Lee twisted and turned with the pain, could just make out that people were shouting from the bank at him, though he couldn’t make out what they were saying, and he ground his fist into Forster’s ribs again in a vain attempt to make him give up the eye-gouge.
And then there was a horrendous, terrible, horrifying scream, and the fingers went slack of their own accord and fell away from Lee’s eyes.
And when he finally managed, through the pain, to open them, he wished he hadn’t; for there in front of him, was Forster’s head, half-swallowed by a caiman, the jaws wrapped around the upper portion of the skull, the huge teeth digging straight through the face. Even in the darkness, Lee could see the flash of Forster’s left eye, in a gap between two of the teeth.
And then the fearsome animal dragged Forster down with it, back into the water, and Lee thought that he might just be next.
But then the sound of an M4 opened up, and Lee watched in gratitude as the caimans scattered, swimming away from Hartman’s expert shots.
He dragged himself onto the shore, pained and exhausted. “Tell Gale and Lisa to come on over,” he whispered to Hartman. “And then let’s get the hell out of here.”
Twenty minutes later, they were airborne again, flying back to the relative safety of Cruzeiro do Sul. The chopper held Lee, Phoenix and Hartman, along with Gale, Eve, Lisa and Greg, with the dead bodies of Roberts, Harwood and Silva also making the trip.
Lee piloted the chopper, while Phoenix sat next to him in the co-pilot’s seat, hand on his arm for comfort. Lee welcomed it.
“I can’t believe what happened,” Gale said, coming to sit near Lee. “What we discovered, what we could have discovered, all gone. Now all we’re left with is dead bodies.” She began to cry, and Eva held her.
“Dead bodies,” Lee agreed, “yes. But also maybe something else.”
“Like what?” Gale asked, almost beyond caring now, in a state where she believed that truly nothing good could ever happen.
Lee reached into the cargo pocket of his pants, and pulled out the purple orchid he had been studying earlier. I
t was damp and bedraggled, but very possibly the very last of its kind in the world.
“Like this,” he said, to the incredulous gasps of the researchers, and then smiled widely. “Like this.”
Epilogue
Chicago Tribune
University Heads Killed in Car Crash
By Saul Underwood
Two major academics, and pillars of the world-renowned University of Chicago were killed yesterday when the vehicle in which they were traveling was involved in a head-on collision with a truck.
Gregory J. Dunford was the university’s president, and Thomas N. Bakula served as Dean of the Biological Sciences Division. It is believed they were traveling together to a meeting when the tragedy occurred.
The driver of the truck has not been identified, and several eyewitnesses state that someone escaped the cab and ran from the scene. The police are appealing for more witnesses, but early reports indicate that the truck might have been stolen.
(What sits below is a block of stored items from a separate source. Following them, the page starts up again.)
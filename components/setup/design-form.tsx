"use client";

import { Button } from "@/components/ui/button";
import type { DesignUnits } from "@/lib/design/quantities";
import { CheckboxInput, FormMessage, NumberInput, SelectInput, TextInput } from "./form-fields";
import { useDesignForm, type FieldSpec } from "./use-design-form";

type Props = Parameters<typeof useDesignForm>[0] & {
  submitLabel: string;
  onCancel?: () => void;
  /** Grid columns of each fieldset at desk widths. */
  columns?: 2 | 3 | 4;
  title?: string;
};

/** Renders field specs as a form: fieldsets by group, errors beside fields, values kept on error. */
export function DesignForm({ submitLabel, onCancel, columns = 3, title, ...options }: Props) {
  const form = useDesignForm(options);
  const groups = [...new Set(options.fields.map((f) => f.group ?? ""))];
  const grid = { 2: "sm:grid-cols-2", 3: "sm:grid-cols-2 lg:grid-cols-3", 4: "sm:grid-cols-2 lg:grid-cols-4" }[columns];
  const render = (f: FieldSpec) => {
    if (!form.isShown(f)) return null;
    const common = { id: form.id(f.name), label: f.label, error: form.errors[f.name], hint: f.hint };
    const value = form.values[f.name];
    if (f.type === "checkbox") return <CheckboxInput key={f.name} {...common} checked={Boolean(value)} onChange={(v) => form.set(f.name, v)} />;
    if (f.type === "select")
      return <SelectInput key={f.name} {...common} required={f.required} value={String(value ?? "")} onChange={(v) => form.set(f.name, v)} options={f.options ?? []} />;
    if (f.type === "number")
      return (
        <NumberInput key={f.name} {...common} required={f.required} unit={f.quantity ? options.units[f.quantity].symbol : undefined} value={String(value ?? "")} onChange={(v) => form.set(f.name, v)} />
      );
    return <TextInput key={f.name} {...common} required={f.required} maxLength={f.maxLength} value={String(value ?? "")} onChange={(v) => form.set(f.name, v)} />;
  };
  return (
    <form onSubmit={form.submit} noValidate aria-label={title} className="space-y-4">
      {groups.map((g) => {
        const fields = options.fields.filter((f) => (f.group ?? "") === g);
        const body = <div className={`grid gap-x-4 gap-y-3 ${grid}`}>{fields.map(render)}</div>;
        return g ? (
          <fieldset key={g} className="rounded-card border border-line p-3">
            <legend className="px-1 font-semibold text-ink-soft">{g}</legend>
            {body}
          </fieldset>
        ) : (
          <div key="(none)">{body}</div>
        );
      })}
      <FormMessage message={form.message} tone="fault" />
      <div className="flex flex-wrap gap-3">
        <Button type="submit" disabled={form.busy}>
          {form.busy ? "Saving…" : submitLabel}
        </Button>
        {onCancel && (
          <Button type="button" variant="secondary" onClick={onCancel}>
            Cancel
          </Button>
        )}
      </div>
    </form>
  );
}

export type { DesignUnits };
In other tragic circumstances for the university, a team of six professors and doctoral students are all believed to have died during a plane crash in Brazil, where they were to have performed research into the immune systems of river fish in the Amazon.
“It is a dark week indeed for the university,” said Professor Sylvia Darrow, who was known to have worked closely with Professor Bakula., and who helped organize the research expedition. “We have lost some of our key personnel, and I have lost some dear friends. It is a tragedy that is difficult to put into words.”
Sylvia Darrow closed the newspaper, folded it, and put it on the seat beside her as the limousine ploughed slowly through the downtown traffic.
It was a tragedy, she thought; it really was. But it was a tragedy that had left her ten million dollars richer, for doing nothing more than passing on a dummy watch and doing a bit of play-acting.